[Stored data]
|---|

def _valid_rows(V: np.ndarray) -> np.ndarray:
    if V.dtype.kind == "u" or not V.size:
        return np.ones(V.shape[0], dtype=bool)
    if V.dtype.kind == "i":
        return np.asarray((V >= 0).all(axis=1))
    return np.asarray(np.isfinite(V).all(axis=1) & (V >= 0).all(axis=1))


def _float_blocks(
    V: np.ndarray, rows_per_block: int = 16_384
) -> Iterator[tuple[slice, np.ndarray]]:
    """Yield ``(row slice, float64 copy of those rows of V)``, a block at a time.

    Memberships of a million-row window then need a few MB of float64 at once instead
    of a float64 copy of the whole (compact, integer) feature table.
    """
    for start in range(0, V.shape[0], rows_per_block):
        rows = slice(start, min(start + rows_per_block, V.shape[0]))
        yield rows, np.array(V[rows], dtype=np.float64, order="C")


def _stack(tables: Any) -> tuple[np.ndarray, tuple[str, ...] | None, str | None]:
    if isinstance(tables, np.ndarray) or hasattr(tables, "binned"):
        tables = [tables]
    parts = [_table_parts(t) for t in tables]
    if not parts:
        raise EngineInputError("no feature tables given; pass at least one table to fit")
    names, version = parts[0][1], parts[0][2]
    for V, n2, v2 in parts[1:]:
        if v2 != version:
            raise RecipeMismatch(v2, version)
        if n2 != names or V.shape[1] != parts[0][0].shape[1]:
            raise FeatureMismatch(
                "the feature tables to stack have different feature columns; build them "
                "all with the same feature recipe"
            )
    return np.vstack([p[0] for p in parts], dtype=np.float64), names, version


def _reference_rows(
    tables: Any,
) -> tuple[np.ndarray, np.ndarray, tuple[str, ...], str | None, int]:
    """Stacked usable reference rows, their keys (:func:`rolewatch.engine.rowkeys.row_keys`),
    feature names, recipe version and rows dropped.

    Rows with NaN, inf or negative values are left out; plain arrays get names
    ``f0, f1, ...``.

    Raises
    ------
    EngineInputError
        No usable row, or every value is zero.
    """
    V, names, recipe_version = _stack(tables)
    n_all, f = V.shape
    valid = _valid_rows(V)
    V, keys = V[valid], row_keys(tables)[valid]
    if names is None:
        names = tuple(f"f{j}" for j in range(f))
    if V.shape[0] == 0 or f == 0:
        raise EngineInputError(
            "no usable rows to fit roles on (every row has NaN, inf or negative "
            "values, or the table is empty)"
        )
    if not (V > 0).any():
        raise EngineInputError(
            "every feature value is zero; roles need a reference period with activity"
        )
    return V, keys, names, recipe_version, int(n_all - V.shape[0])


def _normalise_profiles(G: np.ndarray, F: np.ndarray) -> tuple[np.ndarray, np.ndarray]:
    """Scale each role profile to sum 1 and move the scale into G (V ~ G F unchanged)."""
    sums = F.sum(axis=1)
    keep = sums > 0
    F = F[keep] / sums[keep, None]
    G = G[:, keep] * sums[keep][None, :]
    return G, F


# ---------------------------------------------------------------------------
# the frozen basis
# ---------------------------------------------------------------------------


def _frozen(a: np.ndarray) -> np.ndarray:
    a = np.array(a, dtype=np.float64, copy=True)
    a.setflags(write=False)
    return a


def _version_of(
    F: np.ndarray, role_ids: Sequence[int], names: Sequence[str], recipe_version: str | None
) -> str:
    body = {
        "F": [[float(x) for x in row] for row in F],
        "role_ids": [int(r) for r in role_ids],
        "feature_names": list(names),
        "recipe_version": recipe_version,
    }
    text = json.dumps(body, sort_keys=True, separators=(",", ":"))
    return hashlib.sha256(text.encode("utf-8")).hexdigest()[:16]
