"""Exact medians of values split over parts, found by asking each part three small questions.

A window's accounts may live on several workers, and the shift score's calibration needs
exact medians of per-account values, one per group (an activity stratum, a component).
Gathering every value into one process is what splitting the accounts avoids. Instead each
part is asked, in turn:

1. :func:`part_pivots`: how many values each group holds, and the values at evenly spaced
   ranks of its own sorted values (at most ``PIVOTS + 1`` a group);
2. :func:`part_counts_below`: how many of its values lie below each pivot of every part;
   the summed counts put every wanted rank between two adjacent pivots;
3. :func:`part_brackets`: how many of its values equal each bracket's lower end, and the
   values strictly inside the bracket (at most about ``count / PIVOTS`` a part).

The wanted order statistic is then picked from the thin slice gathered, so the result is
the same number ``numpy.median`` gives on all the values together. This is the usual
pivot-and-count form of distributed selection (common practice, no source).

A part is a mapping holding the values and their group numbers under keys the caller
names; how a question reaches the parts (in this process, or to workers of a cluster) is
the caller's :class:`Parts`. Pure: arrays in, arrays out.
"""

from __future__ import annotations

from collections.abc import Callable, Mapping, Sequence
from typing import Any, Protocol

import numpy as np

__all__ = [
    "PIVOTS",
    "InProcessParts",
    "Parts",
    "grouped_medians",
    "part_brackets",
    "part_counts_below",
    "part_pivots",
]

# Pivots a part sends per group: each bracket then holds about 1/PIVOTS of a part's values
# of the group (common practice, no source).
PIVOTS = 256


class Parts(Protocol):
    """Parts of a window's accounts, each a mapping of per-account arrays, wherever they
    live. ``map`` replaces every part by ``function(part, *args)`` where the part lives;
    ``ask`` brings ``function(part, *args)`` of every part here, in part order (small
    answers only)."""

    def map(self, function: Callable[..., Any], *args: Any) -> Parts: ...

    def ask(self, function: Callable[..., Any], *args: Any) -> list[Any]: ...


class InProcessParts:
    """:class:`Parts` held in this process (a list of mappings)."""

    def __init__(self, parts: Sequence[Mapping[str, Any]]) -> None:
        self.parts = list(parts)

    def map(self, function: Callable[..., Any], *args: Any) -> InProcessParts:
        return InProcessParts([function(part, *args) for part in self.parts])

    def ask(self, function: Callable[..., Any], *args: Any) -> list[Any]:
        return [function(part, *args) for part in self.parts]


def _sorted_groups(
    part: Mapping[str, Any], values_key: str, groups_key: str, n_groups: int
) -> tuple[np.ndarray, np.ndarray]:
    """The part's values sorted by group, then value, and where each group starts
    (``starts[g]`` to ``starts[g + 1]``)."""
    values = np.asarray(part[values_key], dtype=np.float64)
    groups = np.asarray(part[groups_key], dtype=np.int64)
    order = np.lexsort((values, groups))
    starts = np.searchsorted(groups[order], np.arange(n_groups + 1))
    return values[order], starts


def part_pivots(
    part: Mapping[str, Any], values_key: str, groups_key: str, n_groups: int
) -> tuple[np.ndarray, list[np.ndarray]]:
    """Question 1: the part's count of values per group, and per group its values at
    evenly spaced ranks, its smallest and largest included."""
    values, starts = _sorted_groups(part, values_key, groups_key, n_groups)
    counts = np.diff(starts)
    pivots = []
    for g in range(n_groups):
        held = values[starts[g] : starts[g + 1]]
        ranks = np.unique(np.linspace(0, held.size - 1, min(held.size, PIVOTS + 1)).astype(int))
        pivots.append(held[ranks])
    return counts.astype(np.int64), pivots


def part_counts_below(
    part: Mapping[str, Any],
    values_key: str,
    groups_key: str,
    candidates: Sequence[np.ndarray],
) -> list[np.ndarray]:
    """Question 2: per group, how many of the part's values lie below each candidate."""
    values, starts = _sorted_groups(part, values_key, groups_key, len(candidates))
    return [
        np.searchsorted(values[starts[g] : starts[g + 1]], cuts, side="left")
        for g, cuts in enumerate(candidates)
    ]


def part_brackets(
    part: Mapping[str, Any],
    values_key: str,
    groups_key: str,
    n_groups: int,
    brackets: Sequence[tuple[int, float, float]],
) -> list[tuple[int, np.ndarray]]:
    """Question 3: per bracket ``(group, low, high)``, how many of the part's values of the
    group equal ``low``, and its values strictly between ``low`` and ``high``."""
    values, starts = _sorted_groups(part, values_key, groups_key, n_groups)
    answers = []
    for g, low, high in brackets:
        held = values[starts[g] : starts[g + 1]]
        first, before_high = np.searchsorted(held, [low, high], side="left")
        after_low = np.searchsorted(held, low, side="right")
        answers.append((int(after_low - first), held[after_low:before_high].copy()))
    return answers


def grouped_medians(parts: Parts, values_key: str, groups_key: str, n_groups: int) -> np.ndarray:
    """The median of every group's values over all parts (NaN for a group without values),
    equal to ``numpy.median`` of the group's values taken together.

    Parameters
    ----------
    parts : Parts
        Each part holds finite float64 values under ``values_key`` and their groups
        (``0 <= group < n_groups``) under ``groups_key``.

    Returns
    -------
    ndarray, shape (n_groups,)
    """
    answers = parts.ask(part_pivots, values_key, groups_key, n_groups)
    counts = np.zeros(n_groups, dtype=np.int64)
    for part_counts, _ in answers:
        counts += part_counts
    candidates = [
        np.unique(np.concatenate([pivots[g] for _, pivots in answers])) for g in range(n_groups)
    ]
    below = parts.ask(part_counts_below, values_key, groups_key, candidates)
    total_below = [np.sum([b[g] for b in below], axis=0) for g in range(n_groups)]
    wanted = [
        (g, rank)
        for g in range(n_groups)
        if counts[g] > 0
        for rank in sorted({(int(counts[g]) - 1) // 2, int(counts[g]) // 2})
    ]
    brackets, offsets = [], []
    for g, rank in wanted:
        # the last candidate with at most `rank` values below it: the wanted value is at or
        # above it and below the next candidate
        at = int(np.searchsorted(total_below[g], rank, side="right")) - 1
        high = candidates[g][at + 1] if at + 1 < candidates[g].size else np.inf
        brackets.append((g, float(candidates[g][at]), float(high)))
        offsets.append(rank - int(total_below[g][at]))
    inside = parts.ask(part_brackets, values_key, groups_key, n_groups, brackets)
    picked: dict[tuple[int, int], float] = {}
    for i, ((g, rank), (_, low, _high), offset) in enumerate(
        zip(wanted, brackets, offsets, strict=True)
    ):
        equal = sum(answer[i][0] for answer in inside)
        if offset < equal:
            picked[(g, rank)] = low
        else:
            between = np.sort(np.concatenate([answer[i][1] for answer in inside]))
            picked[(g, rank)] = float(between[offset - equal])
    medians = np.full(n_groups, np.nan)
    for g in range(n_groups):
        if counts[g] > 0:
            middle = [picked[(g, (int(counts[g]) - 1) // 2)], picked[(g, int(counts[g]) // 2)]]
            medians[g] = np.mean(np.array(middle)) if middle[0] != middle[1] else middle[0]
    return medians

|---|

■ ACTION ITEM
Scan the records above for lines with the word "text". Then report how many there are, as a bare number.

■ ANSWER BOX
2